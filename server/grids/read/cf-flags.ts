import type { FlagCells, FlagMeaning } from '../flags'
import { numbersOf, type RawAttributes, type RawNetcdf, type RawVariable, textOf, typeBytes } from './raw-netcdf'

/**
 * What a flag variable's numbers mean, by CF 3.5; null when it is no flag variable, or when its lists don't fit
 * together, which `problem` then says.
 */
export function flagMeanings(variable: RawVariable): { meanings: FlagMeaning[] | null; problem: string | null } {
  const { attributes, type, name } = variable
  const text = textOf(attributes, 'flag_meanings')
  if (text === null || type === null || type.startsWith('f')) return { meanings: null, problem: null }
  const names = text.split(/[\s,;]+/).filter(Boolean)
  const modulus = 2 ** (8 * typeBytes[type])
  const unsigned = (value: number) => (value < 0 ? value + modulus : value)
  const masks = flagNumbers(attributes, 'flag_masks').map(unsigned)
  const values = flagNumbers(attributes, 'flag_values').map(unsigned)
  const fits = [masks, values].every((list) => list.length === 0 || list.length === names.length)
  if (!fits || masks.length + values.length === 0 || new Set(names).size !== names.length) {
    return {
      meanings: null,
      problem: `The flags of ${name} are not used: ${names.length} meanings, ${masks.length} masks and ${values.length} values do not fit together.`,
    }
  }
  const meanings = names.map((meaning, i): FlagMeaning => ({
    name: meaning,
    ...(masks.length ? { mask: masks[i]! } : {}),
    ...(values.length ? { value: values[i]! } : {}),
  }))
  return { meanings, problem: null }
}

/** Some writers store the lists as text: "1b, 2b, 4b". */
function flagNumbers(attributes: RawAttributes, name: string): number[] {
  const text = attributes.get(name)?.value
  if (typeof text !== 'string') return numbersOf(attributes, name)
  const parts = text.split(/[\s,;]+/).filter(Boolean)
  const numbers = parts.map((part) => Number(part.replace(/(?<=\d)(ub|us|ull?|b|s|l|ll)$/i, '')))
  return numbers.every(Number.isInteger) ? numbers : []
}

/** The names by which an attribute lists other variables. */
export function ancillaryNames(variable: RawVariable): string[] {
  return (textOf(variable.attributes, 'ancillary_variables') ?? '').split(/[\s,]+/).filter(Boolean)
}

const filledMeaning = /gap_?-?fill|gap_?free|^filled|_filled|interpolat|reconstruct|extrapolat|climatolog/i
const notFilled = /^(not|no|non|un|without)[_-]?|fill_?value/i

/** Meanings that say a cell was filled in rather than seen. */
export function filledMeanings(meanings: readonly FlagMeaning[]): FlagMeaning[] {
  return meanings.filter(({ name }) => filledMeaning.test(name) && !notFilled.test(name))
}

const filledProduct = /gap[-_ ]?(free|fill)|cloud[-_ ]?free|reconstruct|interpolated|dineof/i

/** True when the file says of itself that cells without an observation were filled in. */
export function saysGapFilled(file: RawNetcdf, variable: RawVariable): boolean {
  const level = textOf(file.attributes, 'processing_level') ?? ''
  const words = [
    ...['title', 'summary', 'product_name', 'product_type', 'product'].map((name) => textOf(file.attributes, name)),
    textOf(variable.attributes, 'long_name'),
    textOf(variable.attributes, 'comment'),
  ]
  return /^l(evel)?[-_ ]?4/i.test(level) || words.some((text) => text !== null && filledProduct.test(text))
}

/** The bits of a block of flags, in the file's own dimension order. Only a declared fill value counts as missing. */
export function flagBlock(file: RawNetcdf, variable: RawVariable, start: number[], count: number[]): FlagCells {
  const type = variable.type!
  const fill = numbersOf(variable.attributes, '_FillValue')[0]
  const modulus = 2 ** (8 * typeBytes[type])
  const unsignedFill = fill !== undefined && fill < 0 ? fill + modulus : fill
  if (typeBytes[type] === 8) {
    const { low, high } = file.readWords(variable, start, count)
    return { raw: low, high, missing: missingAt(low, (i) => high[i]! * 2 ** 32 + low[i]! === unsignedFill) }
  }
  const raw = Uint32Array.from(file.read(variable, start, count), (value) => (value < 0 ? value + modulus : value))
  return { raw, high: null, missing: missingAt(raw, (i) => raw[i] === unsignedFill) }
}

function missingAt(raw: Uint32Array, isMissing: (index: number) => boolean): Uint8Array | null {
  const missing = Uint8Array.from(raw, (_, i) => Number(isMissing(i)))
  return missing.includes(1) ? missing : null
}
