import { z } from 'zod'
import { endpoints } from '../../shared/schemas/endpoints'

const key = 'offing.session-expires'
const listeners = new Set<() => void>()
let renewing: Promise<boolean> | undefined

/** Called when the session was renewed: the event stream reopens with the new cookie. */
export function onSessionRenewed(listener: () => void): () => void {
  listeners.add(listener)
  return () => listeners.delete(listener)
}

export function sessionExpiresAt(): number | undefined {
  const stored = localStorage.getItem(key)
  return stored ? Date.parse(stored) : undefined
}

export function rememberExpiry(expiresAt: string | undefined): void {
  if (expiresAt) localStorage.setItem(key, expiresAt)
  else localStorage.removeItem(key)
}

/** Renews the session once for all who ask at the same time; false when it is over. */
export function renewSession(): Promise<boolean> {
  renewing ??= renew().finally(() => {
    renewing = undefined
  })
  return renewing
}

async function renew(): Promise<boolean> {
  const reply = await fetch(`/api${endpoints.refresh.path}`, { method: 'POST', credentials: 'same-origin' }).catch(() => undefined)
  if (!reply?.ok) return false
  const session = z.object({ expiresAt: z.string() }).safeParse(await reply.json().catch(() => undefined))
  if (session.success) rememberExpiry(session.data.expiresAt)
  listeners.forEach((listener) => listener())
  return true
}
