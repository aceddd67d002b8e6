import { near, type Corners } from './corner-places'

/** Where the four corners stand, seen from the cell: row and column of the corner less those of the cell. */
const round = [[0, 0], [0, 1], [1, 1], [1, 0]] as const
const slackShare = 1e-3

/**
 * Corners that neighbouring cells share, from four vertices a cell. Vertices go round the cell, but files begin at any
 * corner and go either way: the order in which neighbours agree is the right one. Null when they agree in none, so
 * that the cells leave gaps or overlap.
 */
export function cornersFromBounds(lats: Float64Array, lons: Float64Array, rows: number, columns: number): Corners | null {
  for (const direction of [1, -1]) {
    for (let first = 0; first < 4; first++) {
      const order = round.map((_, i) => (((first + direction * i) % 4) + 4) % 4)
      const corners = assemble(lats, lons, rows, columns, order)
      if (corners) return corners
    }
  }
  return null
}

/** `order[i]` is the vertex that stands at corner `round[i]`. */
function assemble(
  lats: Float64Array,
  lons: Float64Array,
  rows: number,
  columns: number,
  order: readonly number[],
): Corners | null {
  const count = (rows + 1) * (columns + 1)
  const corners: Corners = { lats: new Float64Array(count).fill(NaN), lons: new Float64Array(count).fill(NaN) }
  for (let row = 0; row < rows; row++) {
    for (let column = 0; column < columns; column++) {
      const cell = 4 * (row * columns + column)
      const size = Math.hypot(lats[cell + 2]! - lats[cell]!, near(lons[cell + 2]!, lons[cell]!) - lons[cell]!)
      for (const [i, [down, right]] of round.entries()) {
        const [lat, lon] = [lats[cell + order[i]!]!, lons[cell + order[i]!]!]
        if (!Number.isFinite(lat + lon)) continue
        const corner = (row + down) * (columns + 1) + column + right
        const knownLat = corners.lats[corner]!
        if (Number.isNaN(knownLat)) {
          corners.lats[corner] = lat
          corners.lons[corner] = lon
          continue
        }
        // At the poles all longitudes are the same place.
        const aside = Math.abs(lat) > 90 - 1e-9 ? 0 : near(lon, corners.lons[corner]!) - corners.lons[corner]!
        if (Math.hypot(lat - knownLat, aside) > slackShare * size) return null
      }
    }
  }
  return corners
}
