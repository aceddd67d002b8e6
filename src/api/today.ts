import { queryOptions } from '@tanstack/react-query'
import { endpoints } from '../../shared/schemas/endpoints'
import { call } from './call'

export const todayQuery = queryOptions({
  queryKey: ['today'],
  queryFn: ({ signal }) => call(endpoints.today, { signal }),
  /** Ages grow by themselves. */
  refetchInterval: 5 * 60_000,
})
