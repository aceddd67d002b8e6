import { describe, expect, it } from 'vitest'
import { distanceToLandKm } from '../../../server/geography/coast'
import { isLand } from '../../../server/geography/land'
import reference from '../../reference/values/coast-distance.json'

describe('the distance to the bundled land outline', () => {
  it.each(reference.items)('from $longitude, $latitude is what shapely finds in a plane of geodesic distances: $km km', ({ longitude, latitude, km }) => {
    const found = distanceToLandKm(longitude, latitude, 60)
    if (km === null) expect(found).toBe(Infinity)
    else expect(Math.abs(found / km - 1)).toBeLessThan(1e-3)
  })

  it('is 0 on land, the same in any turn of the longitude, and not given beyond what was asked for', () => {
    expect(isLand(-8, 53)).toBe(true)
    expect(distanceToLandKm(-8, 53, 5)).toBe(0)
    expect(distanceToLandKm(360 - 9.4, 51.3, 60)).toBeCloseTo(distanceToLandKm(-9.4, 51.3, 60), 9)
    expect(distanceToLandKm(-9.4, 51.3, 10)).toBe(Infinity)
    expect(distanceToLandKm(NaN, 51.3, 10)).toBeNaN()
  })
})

...

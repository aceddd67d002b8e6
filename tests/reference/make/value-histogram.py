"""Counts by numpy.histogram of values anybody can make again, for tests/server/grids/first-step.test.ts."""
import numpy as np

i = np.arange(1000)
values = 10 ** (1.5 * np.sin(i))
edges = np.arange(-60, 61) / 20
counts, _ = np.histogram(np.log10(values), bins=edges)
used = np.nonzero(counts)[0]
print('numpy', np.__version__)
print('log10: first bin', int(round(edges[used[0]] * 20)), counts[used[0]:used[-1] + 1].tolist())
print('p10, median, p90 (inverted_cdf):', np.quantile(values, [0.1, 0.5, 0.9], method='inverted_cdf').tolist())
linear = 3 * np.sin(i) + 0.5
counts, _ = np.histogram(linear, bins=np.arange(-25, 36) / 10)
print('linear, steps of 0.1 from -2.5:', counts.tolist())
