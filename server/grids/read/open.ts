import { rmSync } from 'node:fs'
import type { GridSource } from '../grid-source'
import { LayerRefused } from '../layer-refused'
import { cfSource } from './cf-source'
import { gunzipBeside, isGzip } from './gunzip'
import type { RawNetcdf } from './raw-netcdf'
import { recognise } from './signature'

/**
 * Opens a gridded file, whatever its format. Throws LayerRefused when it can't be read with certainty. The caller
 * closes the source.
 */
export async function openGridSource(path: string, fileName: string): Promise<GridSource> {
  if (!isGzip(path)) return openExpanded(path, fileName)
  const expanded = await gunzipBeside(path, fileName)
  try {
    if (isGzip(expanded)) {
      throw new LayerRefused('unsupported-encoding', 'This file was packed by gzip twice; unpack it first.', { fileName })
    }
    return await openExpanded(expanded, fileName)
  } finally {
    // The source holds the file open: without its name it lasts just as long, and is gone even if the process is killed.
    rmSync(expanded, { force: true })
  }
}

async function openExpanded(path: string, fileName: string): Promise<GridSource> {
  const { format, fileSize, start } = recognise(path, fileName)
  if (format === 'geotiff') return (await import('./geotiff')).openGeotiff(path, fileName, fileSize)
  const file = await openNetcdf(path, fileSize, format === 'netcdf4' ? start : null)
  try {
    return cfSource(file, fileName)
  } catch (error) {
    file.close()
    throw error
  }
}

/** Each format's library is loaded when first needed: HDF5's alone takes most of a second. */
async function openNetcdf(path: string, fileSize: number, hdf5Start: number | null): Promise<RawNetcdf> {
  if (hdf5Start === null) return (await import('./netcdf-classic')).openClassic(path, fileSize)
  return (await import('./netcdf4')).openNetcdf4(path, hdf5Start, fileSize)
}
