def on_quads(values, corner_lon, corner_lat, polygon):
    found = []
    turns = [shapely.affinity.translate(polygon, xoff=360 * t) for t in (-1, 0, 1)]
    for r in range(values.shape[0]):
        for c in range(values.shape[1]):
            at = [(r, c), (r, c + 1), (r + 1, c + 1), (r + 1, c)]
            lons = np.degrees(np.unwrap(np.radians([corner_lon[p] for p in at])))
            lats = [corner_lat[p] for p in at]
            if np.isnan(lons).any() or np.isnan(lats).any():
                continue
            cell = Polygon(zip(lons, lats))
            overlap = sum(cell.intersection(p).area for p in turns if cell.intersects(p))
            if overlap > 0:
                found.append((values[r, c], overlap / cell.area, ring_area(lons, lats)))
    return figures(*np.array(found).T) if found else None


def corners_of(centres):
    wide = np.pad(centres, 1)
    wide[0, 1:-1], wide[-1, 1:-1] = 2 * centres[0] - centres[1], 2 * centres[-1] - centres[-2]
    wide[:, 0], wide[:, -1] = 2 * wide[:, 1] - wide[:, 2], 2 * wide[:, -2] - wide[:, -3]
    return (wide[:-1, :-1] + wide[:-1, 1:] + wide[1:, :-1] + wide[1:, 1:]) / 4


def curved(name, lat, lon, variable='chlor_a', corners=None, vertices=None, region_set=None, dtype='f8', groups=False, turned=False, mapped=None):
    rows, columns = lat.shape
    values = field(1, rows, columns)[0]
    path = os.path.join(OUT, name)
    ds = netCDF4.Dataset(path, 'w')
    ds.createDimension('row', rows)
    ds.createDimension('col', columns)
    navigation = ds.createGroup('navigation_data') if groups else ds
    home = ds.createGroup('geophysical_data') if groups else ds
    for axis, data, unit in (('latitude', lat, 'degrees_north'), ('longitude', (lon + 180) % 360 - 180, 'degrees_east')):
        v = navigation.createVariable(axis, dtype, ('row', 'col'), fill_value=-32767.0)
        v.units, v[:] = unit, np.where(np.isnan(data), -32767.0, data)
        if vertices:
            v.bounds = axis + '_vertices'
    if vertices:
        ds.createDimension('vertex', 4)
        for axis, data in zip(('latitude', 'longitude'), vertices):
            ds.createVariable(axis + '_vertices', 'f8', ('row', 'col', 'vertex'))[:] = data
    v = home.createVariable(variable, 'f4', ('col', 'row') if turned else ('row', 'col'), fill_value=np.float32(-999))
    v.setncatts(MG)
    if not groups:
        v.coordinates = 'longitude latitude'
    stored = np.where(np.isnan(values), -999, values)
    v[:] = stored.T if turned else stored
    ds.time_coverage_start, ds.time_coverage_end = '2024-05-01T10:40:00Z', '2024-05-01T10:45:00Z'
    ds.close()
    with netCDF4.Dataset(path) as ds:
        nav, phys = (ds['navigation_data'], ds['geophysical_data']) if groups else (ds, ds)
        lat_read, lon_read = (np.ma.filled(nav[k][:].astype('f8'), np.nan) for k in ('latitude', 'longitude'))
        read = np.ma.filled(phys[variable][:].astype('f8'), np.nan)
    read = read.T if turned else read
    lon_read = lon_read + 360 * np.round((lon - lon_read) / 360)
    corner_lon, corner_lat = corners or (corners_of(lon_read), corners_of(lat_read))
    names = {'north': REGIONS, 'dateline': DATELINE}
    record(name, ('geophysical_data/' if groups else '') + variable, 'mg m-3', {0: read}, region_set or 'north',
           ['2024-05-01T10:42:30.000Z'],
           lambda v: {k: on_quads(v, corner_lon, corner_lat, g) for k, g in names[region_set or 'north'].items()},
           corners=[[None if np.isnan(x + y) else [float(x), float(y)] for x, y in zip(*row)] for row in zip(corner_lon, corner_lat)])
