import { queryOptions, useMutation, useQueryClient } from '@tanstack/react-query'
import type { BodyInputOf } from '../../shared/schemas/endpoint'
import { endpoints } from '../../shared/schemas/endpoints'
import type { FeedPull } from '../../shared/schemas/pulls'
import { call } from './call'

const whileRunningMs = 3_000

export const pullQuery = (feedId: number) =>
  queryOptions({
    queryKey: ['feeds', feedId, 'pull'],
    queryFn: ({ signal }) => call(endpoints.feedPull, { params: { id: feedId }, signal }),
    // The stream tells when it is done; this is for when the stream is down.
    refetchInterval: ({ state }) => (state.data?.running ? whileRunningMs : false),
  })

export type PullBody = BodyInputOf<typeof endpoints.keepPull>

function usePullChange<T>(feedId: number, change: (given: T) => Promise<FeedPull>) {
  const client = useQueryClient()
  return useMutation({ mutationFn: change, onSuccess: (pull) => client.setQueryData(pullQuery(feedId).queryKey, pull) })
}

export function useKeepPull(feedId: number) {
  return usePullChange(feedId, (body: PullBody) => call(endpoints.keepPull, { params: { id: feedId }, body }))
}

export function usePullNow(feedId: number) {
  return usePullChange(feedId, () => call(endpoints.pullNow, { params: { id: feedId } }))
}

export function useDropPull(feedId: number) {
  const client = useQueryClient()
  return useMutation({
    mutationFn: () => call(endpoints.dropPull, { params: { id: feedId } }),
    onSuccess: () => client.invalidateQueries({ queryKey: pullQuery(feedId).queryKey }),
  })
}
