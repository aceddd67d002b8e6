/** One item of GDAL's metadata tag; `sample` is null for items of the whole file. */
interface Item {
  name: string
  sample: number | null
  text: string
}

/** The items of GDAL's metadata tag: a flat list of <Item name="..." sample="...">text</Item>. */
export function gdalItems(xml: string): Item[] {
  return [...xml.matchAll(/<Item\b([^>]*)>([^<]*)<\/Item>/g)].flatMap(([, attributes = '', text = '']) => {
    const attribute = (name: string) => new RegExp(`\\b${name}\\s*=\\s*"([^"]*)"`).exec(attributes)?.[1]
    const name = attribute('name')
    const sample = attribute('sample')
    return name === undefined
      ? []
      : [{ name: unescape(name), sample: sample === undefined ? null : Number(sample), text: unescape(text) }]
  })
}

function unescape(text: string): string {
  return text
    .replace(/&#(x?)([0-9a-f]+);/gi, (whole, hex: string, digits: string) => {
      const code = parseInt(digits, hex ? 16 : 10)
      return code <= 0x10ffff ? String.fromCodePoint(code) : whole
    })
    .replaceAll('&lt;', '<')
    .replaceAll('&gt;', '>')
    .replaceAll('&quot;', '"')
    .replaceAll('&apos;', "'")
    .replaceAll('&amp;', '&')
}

» **Task instructions**:
Among the entries, find each line that includes the string "notFilled" and copy it.

» **Completed exercise**:
const notFilled = /^(not|no|non|un|without)[_-]?|fill_?value/i
  return meanings.filter(({ name }) => filledMeaning.test(name) && !notFilled.test(name))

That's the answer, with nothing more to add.